## Supplied material
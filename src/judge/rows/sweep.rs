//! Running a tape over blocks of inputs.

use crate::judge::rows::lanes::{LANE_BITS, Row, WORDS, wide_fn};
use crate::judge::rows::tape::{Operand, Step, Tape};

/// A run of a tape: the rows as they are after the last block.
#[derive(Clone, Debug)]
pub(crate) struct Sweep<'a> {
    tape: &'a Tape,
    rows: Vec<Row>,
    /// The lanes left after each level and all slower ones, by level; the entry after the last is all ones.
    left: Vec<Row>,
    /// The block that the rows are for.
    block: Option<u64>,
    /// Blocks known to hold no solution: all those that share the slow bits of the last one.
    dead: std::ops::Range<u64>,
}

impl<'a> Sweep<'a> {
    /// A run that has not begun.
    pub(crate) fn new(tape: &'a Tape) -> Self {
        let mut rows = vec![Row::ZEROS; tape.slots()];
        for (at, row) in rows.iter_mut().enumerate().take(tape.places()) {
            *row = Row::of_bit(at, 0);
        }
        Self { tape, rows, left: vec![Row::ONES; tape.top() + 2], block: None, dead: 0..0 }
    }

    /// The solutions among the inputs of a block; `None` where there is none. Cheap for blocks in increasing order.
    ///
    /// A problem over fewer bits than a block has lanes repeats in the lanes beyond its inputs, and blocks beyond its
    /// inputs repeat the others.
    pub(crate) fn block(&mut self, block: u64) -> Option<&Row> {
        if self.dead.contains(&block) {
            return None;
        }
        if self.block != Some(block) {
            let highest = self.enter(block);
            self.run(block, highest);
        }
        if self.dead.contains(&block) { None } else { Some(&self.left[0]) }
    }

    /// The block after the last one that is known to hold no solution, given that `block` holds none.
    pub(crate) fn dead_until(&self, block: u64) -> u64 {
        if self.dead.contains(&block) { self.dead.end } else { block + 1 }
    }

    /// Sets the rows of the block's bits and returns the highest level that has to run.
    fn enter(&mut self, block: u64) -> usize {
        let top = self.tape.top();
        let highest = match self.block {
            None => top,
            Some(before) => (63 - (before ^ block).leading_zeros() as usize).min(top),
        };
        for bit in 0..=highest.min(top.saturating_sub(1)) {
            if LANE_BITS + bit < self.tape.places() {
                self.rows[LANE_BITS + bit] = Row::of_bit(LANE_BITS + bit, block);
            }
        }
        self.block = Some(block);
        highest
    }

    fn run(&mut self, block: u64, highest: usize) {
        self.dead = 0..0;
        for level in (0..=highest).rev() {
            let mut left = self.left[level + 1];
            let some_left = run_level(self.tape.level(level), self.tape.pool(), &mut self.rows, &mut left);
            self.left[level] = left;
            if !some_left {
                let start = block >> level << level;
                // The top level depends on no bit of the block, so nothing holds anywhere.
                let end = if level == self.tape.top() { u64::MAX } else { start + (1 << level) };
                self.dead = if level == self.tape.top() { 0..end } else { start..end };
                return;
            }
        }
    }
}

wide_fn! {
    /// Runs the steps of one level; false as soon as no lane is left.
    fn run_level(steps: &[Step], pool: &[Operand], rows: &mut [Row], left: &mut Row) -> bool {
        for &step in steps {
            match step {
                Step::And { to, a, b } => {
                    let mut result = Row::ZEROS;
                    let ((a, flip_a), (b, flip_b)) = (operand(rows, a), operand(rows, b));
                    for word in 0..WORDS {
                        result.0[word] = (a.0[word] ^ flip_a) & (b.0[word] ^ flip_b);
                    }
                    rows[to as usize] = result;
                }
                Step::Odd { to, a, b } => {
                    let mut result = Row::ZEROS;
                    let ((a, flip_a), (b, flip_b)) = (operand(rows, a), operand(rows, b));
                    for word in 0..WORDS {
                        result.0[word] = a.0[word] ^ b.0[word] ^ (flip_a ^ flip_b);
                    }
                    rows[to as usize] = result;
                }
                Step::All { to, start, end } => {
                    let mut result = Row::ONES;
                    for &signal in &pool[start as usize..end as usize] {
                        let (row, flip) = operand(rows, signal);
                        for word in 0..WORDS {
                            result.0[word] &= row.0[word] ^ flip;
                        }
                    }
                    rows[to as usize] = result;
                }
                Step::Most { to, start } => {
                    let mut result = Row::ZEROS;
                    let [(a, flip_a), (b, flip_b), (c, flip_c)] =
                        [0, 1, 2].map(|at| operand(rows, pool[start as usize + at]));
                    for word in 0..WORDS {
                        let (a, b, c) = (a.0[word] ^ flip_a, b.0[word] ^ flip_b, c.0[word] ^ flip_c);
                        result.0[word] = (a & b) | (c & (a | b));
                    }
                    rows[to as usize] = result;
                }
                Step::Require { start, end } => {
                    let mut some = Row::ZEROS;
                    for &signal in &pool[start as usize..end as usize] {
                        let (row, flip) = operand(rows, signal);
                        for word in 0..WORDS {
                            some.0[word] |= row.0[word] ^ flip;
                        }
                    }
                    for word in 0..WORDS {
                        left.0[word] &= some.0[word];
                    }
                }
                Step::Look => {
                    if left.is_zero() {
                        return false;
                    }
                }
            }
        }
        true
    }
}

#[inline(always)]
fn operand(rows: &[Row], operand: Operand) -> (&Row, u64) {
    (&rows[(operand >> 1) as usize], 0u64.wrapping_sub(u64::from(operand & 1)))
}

## Problem requirements
Return all lines above that mention the word "steps".

## Task result
    /// Runs the steps of one level; false as soon as no lane is left.
    fn run_level(steps: &[Step], pool: &[Operand], rows: &mut [Row], left: &mut Row) -> bool {
        for &step in steps {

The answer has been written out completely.